__TASK__
Below are some entries; write out each one of them exactly.

──────── DATA EXTRACT

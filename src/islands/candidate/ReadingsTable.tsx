import type { CandidateWell } from '../../contracts/candidate';
import { withUnit, type DisplayUnit } from '../charts/displayUnits';
import { plotNumber } from '../charts/plotNumber';
import { cellOf } from './sourceCells';
import { residualsOf } from './wellPlot';

export interface ReadingsTableProps {
  well: CandidateWell;
  quantity: string;
  timeUnit: DisplayUnit;
  readingUnit: DisplayUnit;
}

/** The same as the charts, as numbers. */
export function ReadingsTable({ well, quantity, timeUnit, readingUnit }: ReadingsTableProps) {
  const residuals = new Map(residualsOf(well).map((point) => [point.place, point]));
  return (
    <details className="mt-4">
      <summary className="text-accent min-h-6 w-fit cursor-pointer">
        Readings of {well.position} as a table
      </summary>
      <div
        className="mt-2 max-h-96 w-fit max-w-full overflow-auto"
        tabIndex={0}
        role="region"
        aria-label="Readings"
      >
        <table className="border-collapse text-[13.5px] leading-5 tabular-nums">
          <thead>
            <tr className="text-quiet border-rule bg-ground sticky top-0 border-b text-right text-[13px]">
              <th scope="col" className="py-1 pr-6 font-normal">
                {withUnit('Time', timeUnit.unit)}
              </th>
              <th scope="col" className="py-1 pr-6 font-normal">
                {withUnit(quantity, readingUnit.unit)}
              </th>
              <th scope="col" className="py-1 pr-6 font-normal">
                {withUnit('Reading − curve', readingUnit.unit)}
              </th>
              <th scope="col" className="py-1 text-left font-normal">
                Cell
              </th>
            </tr>
          </thead>
          <tbody>
            {well.timesS.map((timeS, index) => {
              const value = well.values[index] ?? null;
              const place = cellOf(well.source, index);
              const residual = residuals.get(place);
              return (
                <tr key={place} className="border-rule border-b text-right">
                  <td className="py-0.5 pr-6">{plotNumber(timeS * timeUnit.factor, 5)}</td>
                  <td className="py-0.5 pr-6">
                    {value === null ? 'left out' : plotNumber(value * readingUnit.factor, 5)}
                  </td>
                  <td className="py-0.5 pr-6">
                    {residual ? plotNumber(residual.residual * readingUnit.factor, 2) : '–'}
                    {residual?.outlier && ' stands out'}
                  </td>
                  <td className="text-quiet py-0.5 text-left">{place}</td>
                </tr>
              );
            })}
          </tbody>
        </table>
      </div>
    </details>
  );
}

────────────────

__SOLUTION__
filename src/islands/candidate/ReadingsTable.tsx
import type { CandidateWell } from '../../contracts/candidate';
import { withUnit, type DisplayUnit } from '../charts/displayUnits';
import { plotNumber } from '../charts/plotNumber';
import { cellOf } from './sourceCells';
import { residualsOf } from './wellPlot';

export interface ReadingsTableProps {
  well: CandidateWell;
  quantity: string;
  timeUnit: DisplayUnit;
  readingUnit: DisplayUnit;
}

/** The same as the charts, as numbers. */
export function ReadingsTable({ well, quantity, timeUnit, readingUnit }: ReadingsTableProps) {
  const residuals = new Map(residualsOf(well).map((point) => [point.place, point]));
  return (
    <details className="mt-4">
      <summary className="text-accent min-h-6 w-fit cursor-pointer">
        Readings of {well.position} as a table
      </summary>
      <div
        className="mt-2 max-h-96 w-fit max-w-full overflow-auto"
        tabIndex={0}
        role="region"
        aria-label="Readings"
      >
        <table className="border-collapse text-[13.5px] leading-5 tabular-nums">
          <thead>
            <tr className="text-quiet border-rule bg-ground sticky top-0 border-b text-right text-[13px]">
              <th scope="col" className="py-1 pr-6 font-normal">
                {withUnit('Time', timeUnit.unit)}
              </th>
              <th scope="col" className="py-1 pr-6 font-normal">
                {withUnit(quantity, readingUnit.unit)}
              </th>
              <th scope="col" className="py-1 pr-6 font-normal">
                {withUnit('Reading − curve', readingUnit.unit)}
              </th>
              <th scope="col" className="py-1 text-left font-normal">
                Cell
              </th>
            </tr>
          </thead>
          <tbody>
            {well.timesS.map((timeS, index) => {
              const value = well.values[index] ?? null;
              const place = cellOf(well.source, index);
              const residual = residuals.get(place);
              return (
                <tr key={place} className="border-rule border-b text-right">
                  <td className="py-0.5 pr-6">{plotNumber(timeS * timeUnit.factor, 5)}</td>
                  <td className="py-0.5 pr-6">
                    {value === null ? 'left out' : plotNumber(value * readingUnit.factor, 5)}
                  </td>
                  <td className="py-0.5 pr-6">
                    {residual ? plotNumber(residual.residual * readingUnit.factor, 2) : '–'}
                    {residual?.outlier && ' stands out'}
                  </td>
                  <td className="text-quiet py-0.5 text-left">{place}</td>
                </tr>
              );
            })}
          </tbody>
        </table>
      </div>
    </details>
  );
}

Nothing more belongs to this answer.